Among them was lesbian rabbi Sharon Kleinbaum, of Congregation Beit Simchat Torah, who gave a reading from Deuteronomy while sitting in front of a rainbow Pride flag.

Lesbian Rabbi Sharon Kleinbaum, of Congregation Beit Simchat Torah, speaks at the virtual inaugural prayer service

Lesbian Rabbi Sharon Kleinbaum, of Congregation Beit Simchat Torah, speaks at Joe Biden’s virtual inaugural prayer service. (YouTube/ Washington National Cathedral)

Barbara Satin, an 86-year-old trans woman who is the National LGBTQ Task Force’s Faith Work Director, said a prayer for the US armed forces.

Messages from Black, gay reverend Fred Davie, executive vice president of Union Theological Seminary, and reverend Dr Paula Stone Williams, a trans author and pastor at Left Hand Church, were also included.

Lastly, reverend Dr Yvette Flunder, presiding bishop at the Fellowship of Affirming Ministries, spoke at the serve.

Flunder began her career by ministering to people in San Francisco with HIV/AIDS during the 1980s epidemic, and her church founded the first all-trans choir in the US. She has been with her wife Shirley for almost 40 years.

After messages for the many faith leaders, bishop William J Barber II gave the sermon.

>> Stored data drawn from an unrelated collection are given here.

/** `stillwell watch`: a site's forecasts in the terminal, live. */
import { ADVISORY } from '@stillwell/protocol';
import { Command, Option } from 'commander';
import type { WatchedSite } from '../desk/watch-view.ts';
import { seconds, several } from '../option-values.ts';
import { rootOption, siteNameOption } from '../topic-option.ts';

interface WatchCommandOptions {
  readonly broker: string;
  readonly site: string;
  readonly root: string;
  readonly signal?: readonly string[];
  readonly once: boolean;
  readonly wait: number;
  readonly json: boolean;
  readonly clock: 'wall' | 'readings';
}

/** The command, to be joined to the program. */
export function watchCommand(): Command {
  return new Command('watch')
    .description("Shows a site's forecasts with bounds, plots, age and time to limits. Runs until Ctrl-C.")
    .requiredOption('--broker <url>', 'mqtt://[user:password@]host[:port] or mqtts://…')
    .requiredOption('--site <name>', 'site to watch', siteNameOption)
    .option('--root <topic>', 'first level of the topics', rootOption, 'stillwell')
    .option('--signal <name>', 'only this signal; may be repeated', several)
    .option('--once', 'show what there is and end; exit code 1 when nothing came in time', false)
    .option('--wait <seconds>', 'with --once: how long to wait', seconds, 10)
    .option('--json', 'one JSON line per forecast', false)
    .addOption(
      new Option('--clock <kind>', 'what ages are counted from: the wall clock, or for replays the newest tick heard')
        .choices(['wall', 'readings'])
        .default('wall'),
    )
    .addHelpText('after', '\nExample:\n  stillwell watch --broker mqtt://localhost:1883 --site pump-7 --signal level')
    .action(watch);
}

async function watch(options: WatchCommandOptions): Promise<void> {
  const [{ followSite }, view] = await Promise.all([import('../desk/watch.ts'), import('../desk/watch-view.ts')]);
  const isLive = process.stdout.isTTY && !options.once && !options.json;
  const isWanted = (signal: string): boolean => options.signal === undefined || options.signal.includes(signal);
  const wanted = (site: WatchedSite): string[] => [...site.forecasts.keys()].filter(isWanted).sort();
  let site: WatchedSite = { site: options.site, forecasts: new Map(), state: null, health: null };
  let changedMs = 0;
  const nowMs = (): number => (options.clock === 'wall' ? Date.now() : view.newestTickEndMs(site));
  const draw = (): void => {
    // A terminal that does not know its size says 0.
    const rows = process.stdout.rows || 24;
    const columns = process.stdout.columns || 80;
    // Home, then each line cleared to its end: redrawing in place does not flicker.
    const screen = view.screenText(site, wanted(site), nowMs(), rows, columns).replaceAll('\n', '\x1b[K\n');
    process.stdout.write(`\x1b[H${screen}\x1b[K\x1b[J`);
  };
  const line = (signal: string): void => {
    const one = view.viewOf(site.forecasts.get(signal)!, site.state, nowMs());
    process.stdout.write(`${options.json ? JSON.stringify({ site: site.site, ...one }) : view.viewLine(one)}\n`);
  };
  if (!options.json && !isLive) process.stdout.write(`${ADVISORY}\n`);
  if (isLive) process.stdout.write('\x1b[2J');
  const following = await followSite({
    ...options,
    onChange: (next, signal) => {
      site = next;
      changedMs = Date.now();
      if (!isLive && !options.once && signal !== null && isWanted(signal)) line(signal);
    },
    onTrouble: (text) => void (isLive || process.stderr.write(`stillwell: ${text}\n`)),
  });
  // Redrawn by the clock as well, so that ages grow and stale forecasts show as stale though nothing arrives.
  const timer = isLive ? setInterval(draw, 500) : null;
  if (options.once) await untilQuiet(() => (wanted(site).length > 0 ? changedMs : null), options.wait * 1000);
  else await untilSignal();
  if (timer !== null) clearInterval(timer);
  await following.stop();
  if (isLive) process.stdout.write('\n');
  if (!options.once) return;
  for (const signal of wanted(site)) line(signal);
  if (wanted(site).length === 0) {
    process.stderr.write(
      `stillwell: no forecast of ${options.site} within ${options.wait} s; check site name, root and signal, and that ` +
        'its gateway runs\n',
    );
    process.exitCode = 1;
  }
}

/** What is retained comes at once: half a second without news after the first is all of it. */
async function untilQuiet(lastChange: () => number | null, waitMs: number): Promise<void> {
  const until = Date.now() + waitMs;
  while (Date.now() < until) {
    const last = lastChange();
    if (last !== null && Date.now() - last > 500) return;
    await new Promise((resolve) => setTimeout(resolve, 50));
  }
}

function untilSignal(): Promise<void> {
  return new Promise((resolve) => {
    for (const signal of ['SIGINT', 'SIGTERM'] as const) process.once(signal, () => resolve());
  });
}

He said: “God, grant us wisdom and grant us courage, until thoughts of destroying one another give way to deeds of embracing each other.

“Until our policies prove our promise of equal justice under law.

“Until we decide too many have been hurting for too long. Grant us courage until in every way we show in out democratic process that everybody has a right to live.

“Until we lift from the bottom so that everybody rises. Until the stones that the builders rejected become the chief cornerstones of a new social reality.

“Please God, grant us wisdom, grant us courage for the facing of this hour.

“Until together we make sure the poor are lifted, the sick are healed, children are protected, civil rights and human rights are never neglected… Until we make sure there is racial justice, and economic justice, and living wage justice, and healthcare justice, and ecological justice, and disability justice, and justice for homeless, and justice for the poor and low wealth and working poor, and immigrant justice.”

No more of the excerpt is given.